Craniopharyngioma arises from squamous cell rests of the Rathke pouch in the suprasellar region, with a peak age of 5 to 14 years and a second peak in adulthood. The classic presentation is the triad of growth failure (height velocity falls off the curve), visual field deficit (bitemporal hemianopia from compression of the optic chiasm), and hypopituitarism. Imaging shows a suprasellar mass with calcifications visible on CT, cystic and solid components, and a characteristically high T1 signal on MRI from the proteinaceous “machine oil” cyst contents. Treatment is surgical resection, often subtotal because adherence to the optic chiasm and hypothalamus precludes complete removal; adjuvant radiation reduces recurrence. Diabetes insipidus is common postoperatively from posterior pituitary disruption. Lifelong endocrine replacement (growth hormone, thyroxine, glucocorticoids, sex steroids, and desmopressin) is typically required. Hypothalamic obesity from hypothalamic injury is a notorious quality-of-life complication and an active rehabilitation problem because conventional diet and exercise interventions are blunted by the disrupted satiety circuitry.

Ependymoma arises from ependymal cells lining the ventricular system, most commonly in the fourth ventricle in children, with a peak in early childhood. Tumors fill the fourth ventricle and extend through the foramina of Luschka and Magendie. Histology shows perivascular pseudorosettes. Treatment is maximal safe resection plus focal radiation; chemotherapy plays a smaller role. Prognosis depends heavily on the extent of resection, with gross total resection conferring the best outcomes.
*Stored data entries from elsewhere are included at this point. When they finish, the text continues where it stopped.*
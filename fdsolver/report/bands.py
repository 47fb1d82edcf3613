"""Plain-text tables of the archives of periodic cases: band structures, band sweeps and delta-comb checks.

Units in every header; every value beside its error estimate (or the largest error of its row).
"""

from __future__ import annotations

import json

import numpy as np

from fdsolver.report._common import label, title_of, units_of

#: rows of a one-param band sweep shown in full (else an evenly spaced selection)
SWEEP_ROWS = 12
ORDINALS = {0: "lowest"}


def _g(v, fmt: str = ".6g") -> str:
    return "-" if v is None or not np.isfinite(v) else format(float(v), fmt)


def _head(ds, what: str) -> list[str]:
    a = ds.attrs
    eu, lu = units_of(ds, "band_bottom" if "band_bottom" in ds else "energy"), a.get("units_note", "")
    lines = [title_of(ds)]
    length = units_of(ds, "x") if "x" in ds else (units_of(ds, "width") if "width" in ds else "")
    period = a.get("period")
    per = f"; period L = {period:.10g} {length} from x = {a.get('period_start', 0.0):.10g}" if period is not None else ""
    lines.append(f"{what}; units: {a.get('units_system')} ({lu or 'energies in ' + eu}){per}")
    params = json.loads(a.get("params", "{}"))
    if params:
        lines.append("params: " + ", ".join(f"{k} = {v:.10g}" for k, v in params.items()))
    return lines


def _notes(ds, key: str = "messages", most: int = 20) -> list[str]:
    out = [m for m in str(ds.attrs.get(key, "")).splitlines() if m]
    return [f"note: {m}" for m in out[:most]] + ([f"note: ... and {len(out) - most} more"] if len(out) > most else [])


# ------------------------------------------------------------------ bands
def format_bands(ds) -> str:
    """The table of a ``bands`` archive: edges, widths, gaps, masses, then the finite stacks if any."""
    a = ds.attrs
    eu, mu = units_of(ds, "band_bottom"), units_of(ds, "effective_mass_bottom")
    lines = _head(ds, "Bloch bands")
    e_l = a.get("zone_energy")
    lines.append(f"method: {a.get('method')}; tolerance {a.get('tolerance', 0):.1e} of max(|E|, E_L), "
                 f"E_L = hbar^2 pi^2 / (2 m L^2) = {e_l:.6g} {eu} (the recoil energy of a lattice of period L)")
    lines.append("")
    lines.append(f"{'band':>4}  {'bottom [' + eu + ']':>18}  {'top [' + eu + ']':>18}  {'width [' + eu + ']':>16}  "
                 f"{'gap above [' + eu + ']':>18}  {'error [' + eu + ']':>11}  conv  {'width/E_L':>10}")
    b, t, w, g = (ds[n].values for n in ("band_bottom", "band_top", "band_width", "gap_above"))
    errs = [ds[n + "_error"].values if n + "_error" in ds else np.zeros_like(b)
            for n in ("band_bottom", "band_top", "band_width", "gap_above")]
    err = np.max(np.stack(errs), axis=0)
    closed = ds.gap_closed.values if "gap_closed" in ds else np.zeros(b.size, int)
    for n in range(b.size):
        gap = "closed" if closed[n] else _g(g[n], ".10g")
        lines.append(f"{n:4d}  {b[n]:18.10g}  {t[n]:18.10g}  {w[n]:16.8g}  {gap:>18}  {err[n]:11.2e}  "
                     f"{'yes' if ds.converged.values[n] else ' NO'}  {w[n] / e_l:10.5g}")
    lines.append("")
    lines.append(f"{'band':>4}  {'m* bottom [' + mu + ']':>18}  {'error':>9}  {'m* top [' + mu + ']':>18}  {'error':>9}"
                 "   (from the curvature of E(q) at the edges)")
    mb, mt = ds.effective_mass_bottom.values, ds.effective_mass_top.values
    mbe = ds.effective_mass_bottom_error.values if "effective_mass_bottom_error" in ds else np.full(mb.size, np.nan)
    mte = ds.effective_mass_top_error.values if "effective_mass_top_error" in ds else np.full(mt.size, np.nan)
    for n in range(mb.size):
        lines.append(f"{n:4d}  {mb[n]:18.8g}  {_g(mbe[n], '9.1e')}  {mt[n]:18.8g}  {_g(mte[n], '9.1e')}")
    lines.append("")
    nq = ds.sizes["wavevector"]
    lines.append(f"E(q) at {nq} wavevectors on [0, pi/L] ({label(ds, 'wavevector', 'q')}); largest error "
                 f"{float(np.max(ds.energy_error.values)):.2e} {eu}")
    de = ds.dos_energy.values
    lines.append(f"density of states per unit length and energy (one spin) at {de.size} energies from {de[0]:.6g} to "
                 f"{de[-1]:.6g} {eu}, in {units_of(ds, 'density_of_states')}; it diverges at every band edge")
    if "bloch_wavevector" in ds:
        q = ds.bloch_wavevector.values * a["period"] / np.pi
        lines.append(f"Bloch functions of every band stored at q = {', '.join(f'{v:.4g}' for v in q)} pi/L on "
                     f"{ds.sizes['x']} points of one period")
    if "point_position" in ds:
        lines.append("point interactions per period: " + ", ".join(
            f"{s:.6g} {units_of(ds, 'point_strength')} at {x:.6g} {units_of(ds, 'point_position')}"
            for x, s in zip(ds.point_position.values, ds.point_strength.values)))
    if "n_periods" in ds:
        lines += [""] + _stack_rows(ds, eu)
    lines += _notes(ds)
    return "\n".join(lines)


def _stack_rows(ds, eu: str) -> list[str]:
    a = ds.attrs
    hard = a.get("stack_termination") == "hard"
    k = int(a.get("stack_bands", ds.sizes["band"]))
    where = "between hard walls at the period ends" if hard else "open, in the cladding"
    lines = [f"finite stacks of N periods ({where}), their levels in the lowest {k} band(s):"]
    thr = float(a.get("stack_continuum_threshold", np.inf))
    if not hard and np.isfinite(thr):
        lines.append(f"(open stacks bind levels only below the continuum threshold {thr:.6g} {eu} of the cladding; a "
                     "band reaching above it is filled only in part)")
    head = (f"{'N':>4}  {'band':>4}  {'levels':>6}  {'cluster bottom [' + eu + ']':>22}  {'cluster top [' + eu + ']':>22}  "
            f"{'cluster width':>13}  {'/ band width':>12}")
    lines.append(head + (f"  {'exact width':>13}" if hard else ""))
    for i, n in enumerate(ds.n_periods.values):
        for b in range(k):
            row = (f"{int(n):4d}  {b:4d}  {int(ds.cluster_count.values[i, b]):6d}  "
                   f"{_g(ds.cluster_bottom.values[i, b], '22.10g'):>22}  {_g(ds.cluster_top.values[i, b], '22.10g'):>22}  "
                   f"{_g(ds.cluster_width.values[i, b], '13.6g'):>13}  {_g(ds.width_ratio.values[i, b], '12.5f'):>12}")
            if hard:
                row += f"  {_g(ds.predicted_width.values[i, b], '13.6g'):>13}"
            lines.append(row)
    lb = ds.stack_level_band.values
    e = ds.stack_energy.values
    for i, n in enumerate(ds.n_periods.values):
        gap = e[i][lb[i] == -1]
        if gap.size:
            lines.append(f"  N = {int(n)}: {gap.size} level(s) in gaps, at " + ", ".join(f"{v:.8g}" for v in gap)
                         + f" {eu}")
    if hard:
        p = ds.stack_predicted_energy.values
        ok = np.isfinite(p) & np.isfinite(e)
        if ok.any():
            dev = float(np.max(np.abs(e[ok] - p[ok])))
            lines.append(f"levels against the exact hard-wall levels E_n(j pi / N L) and the one-period Dirichlet "
                         f"levels: largest difference {dev:.2e} {eu} (largest level error "
                         f"{float(np.nanmax(ds.stack_energy_error.values)):.2e} {eu})")
    lines.append("the cluster of N levels in each band fills it as N grows: width ratio 1 - O(1/N^2) between hard "
                 "walls, cos(pi/(N+1)) for nearest-neighbour coupling in the open")
    return lines


# ------------------------------------------------------------------ band sweep
def format_band_sweep(ds) -> str:
    """The summary of a band sweep: per band the range of its edges and width, and a table along one param."""
    a = ds.attrs
    names = json.loads(a.get("swept_params", "[]"))
    eu = units_of(ds, "band_bottom")
    lines = _head(ds, f"band edges over {int(a.get('points', 0))} points")
    for n in names:
        v = ds[n].values
        lines.append(f"  {n} = {v[0]:.6g} .. {v[-1]:.6g} {units_of(ds, n)}".rstrip()
                     + f" ({v.size} values, {ds[n].attrs.get('spacing', '')} spacing)")
    fixed = json.loads(a.get("fixed_params", "{}"))
    if fixed:
        lines.append("fixed: " + ", ".join(f"{k} = {v}" for k, v in fixed.items()))
    solved = ds.solved.values > 0
    if not solved.all():
        lines.append(f"{int((~solved).sum())} point(s) not solved (their case was invalid; see the notes)")
    lines.append(f"{'band':>4}  {'bottom min':>12}  {'bottom max':>12}  {'top min':>12}  {'top max':>12}  "
                 f"{'width min':>12}  {'width max':>12}  [{eu}]  converged")
    for b in range(ds.sizes["band"]):
        sel = {"band": b}
        bot, top, wid = (ds[n].isel(sel).values[solved] for n in ("band_bottom", "band_top", "band_width"))
        conv = ds.converged.isel(sel).values[solved]
        if not bot.size:
            continue
        lines.append(f"{b:4d}  {np.nanmin(bot):12.6g}  {np.nanmax(bot):12.6g}  {np.nanmin(top):12.6g}  "
                     f"{np.nanmax(top):12.6g}  {np.nanmin(wid):12.6g}  {np.nanmax(wid):12.6g}  {int((conv == 1).sum())}"
                     f"/{conv.size}")
    if len(names) == 1:
        lines += [""] + _sweep_rows(ds, names[0], eu)
    lines += _notes(ds, "notes")
    return "\n".join(lines)


def _sweep_rows(ds, name: str, eu: str) -> list[str]:
    x = ds[name].values
    rows = np.arange(x.size) if x.size <= SWEEP_ROWS else np.unique(np.linspace(0, x.size - 1, SWEEP_ROWS).round().astype(int))
    nb = ds.sizes["band"]
    head = f"{label(ds, name):>16}" + "".join(f"  {'band ' + str(b) + ' [' + eu + ']':>23}" for b in range(nb))
    lines = [f"band bottom .. top (width) at {rows.size} of {x.size} values:", head]
    for i in rows:
        row = f"{x[i]:16.6g}"
        for b in range(nb):
            lo, hi = ds.band_bottom.values[i, b], ds.band_top.values[i, b]
            row += f"  {_g(lo, '.5g') + ' .. ' + _g(hi, '.5g'):>23}"
        lines.append(row)
    return lines


# ------------------------------------------------------------------ comb check
def format_comb_check(ds) -> str:
    """The table of a delta-comb check: per band the deviations against width, the first-order law, the validity width."""
    a = ds.attrs
    eu, lu = units_of(ds, "band_bottom"), units_of(ds, "width")
    tol = float(a["tolerance"])
    shape = a.get("replacement_shape", "")
    from_finite = shape.startswith("from_finite")
    lines = _head(ds, "delta comb against finite lattices")
    pts = ", ".join(f"{s:.6g} {units_of(ds, 'point_strength')} at {x:.6g} {lu}"
                    for x, s in zip(ds.point_position.values, ds.point_strength.values))
    if from_finite:
        lines.append(f"the case's own {shape.split(': ', 1)[-1]} components against their delta comb "
                     f"(alpha_j = -int V_j dx at each centroid): {pts}")
    else:
        lines.append(f"each point per period replaced by a {shape} well or barrier of the same strength and centre: "
                     f"{pts}")
        lines.append(f"width = {ds.width.attrs.get('long_name', 'width')}")
    lines.append("deviation: band edges (E_finite - E_comb) / max(|E_bottom|, |E_top|) of the comb's band; widths and "
                 f"gaps relative to the comb's own; tolerance {tol:.1e}")
    lines.append("comb: " + ", ".join(f"band {n} {b:.8g} .. {t:.8g} {eu}" for n, (b, t) in
                                      enumerate(zip(ds.band_bottom_limit.values, ds.band_top_limit.values))))
    names = [str(v) for v in ds.quantity_name.values]
    for n in range(ds.sizes["band"]):
        lines += _comb_band(ds, n, names, tol, eu, lu, from_finite)
    lines += _notes(ds)
    return "\n".join(lines)


_SHORT = {"band_bottom": "bottom", "band_top": "top", "band_width": "width", "gap_above": "gap"}
_FLAGS = {0: "crossing", 1: "holds", 2: "fails", 3: "not resolved"}


def _comb_band(ds, n, names, tol, eu, lu, from_finite) -> list[str]:
    lines = ["", f"band {n}: comb {ds.band_bottom_limit.values[n]:.10g} .. {ds.band_top_limit.values[n]:.10g} {eu}, "
             f"width {ds.band_width_limit.values[n]:.8g} {eu}, gap above "
             + ("closed" if ds.gap_closed_limit.values[n] else f"{ds.gap_above_limit.values[n]:.8g} {eu}")]
    head = f"  {'width [' + lu + ']':>13}" + "".join(f"  {_SHORT[q] + ' dev':>11}  {'predicted':>10}" for q in names)
    lines.append(head + "  ok")
    dev, pred, res = ds.deviation.values, ds.predicted_deviation.values, ds.resolved.values
    for i, w in enumerate(ds.width.values):
        row = f"  {w:13.5g}"
        for k in range(len(names)):
            d = dev[i, k, n]
            mark = "" if not np.isfinite(d) or res[i, k, n] else "?"
            row += f"  {_g(d, '10.3e') + mark:>11}  {_g(pred[i, k, n], '10.3e'):>10}"
        edge = np.abs(dev[i, :3, n])
        ok = "yes" if np.all(np.isfinite(edge)) and np.max(edge) < tol else "no"
        lines.append(row + f"  {ok}")
    if not from_finite:
        coef, expo, pc = ds.law_coefficient.values, ds.law_exponent.values, ds.predicted_coefficient.values
        iu = units_of(ds, "law_coefficient")
        laws = [f"{_SHORT[q]} a = {_g(coef[k, n], '.4g')} (slope {_g(expo[k, n], '.3f')}; first order {_g(pc[k, n], '.4g')})"
                for k, q in enumerate(names) if np.isfinite(coef[k, n]) or np.isfinite(pc[k, n])]
        if laws:
            lines.append(f"  law deviation = a * width [a in {iu}]: " + "; ".join(laws))
    v, flag = ds.validity_width.values[n], int(ds.validity_flag.values[n])
    text = {0: f"valid (edges and width within {tol:.1e}) for widths up to {_g(v, '.4g')} {lu}",
            1: f"valid (edges and width within {tol:.1e}) at every width compared, up to at least {_g(v, '.4g')} {lu}",
            2: f"NOT valid: a deviation exceeds {tol:.1e} already at the narrowest width",
            3: "no width could be resolved against the comb: no validity width"}[flag]
    lines.append("  " + text + ("  ('?': deviation not resolved by the error estimate)" if (res[:, :, n] == 0).any() else ""))
    return lines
Diffuse intrinsic pontine glioma (DIPG) is a high-grade glioma of the pons with a peak age of 5 to 9 years and a uniformly grim prognosis (median survival 9 to 12 months). Presentation includes the classic triad of cranial nerve deficits (often cranial nerve VI and VII palsies), long-tract signs, and ataxia. MRI shows a diffuse, infiltrative pontine mass that is hypointense on T1, hyperintense on T2, and minimally enhancing. Biopsy is increasingly performed and frequently shows the H3K27M histone mutation; the WHO 2021 classification now reclassifies these tumors as diffuse midline glioma, H3K27M-altered. Treatment is palliative radiation; chemotherapy has not improved outcomes; clinical trials are the standard of care. The rehabilitation focus is symptom-directed (positioning, communication, dysphagia management) and palliative.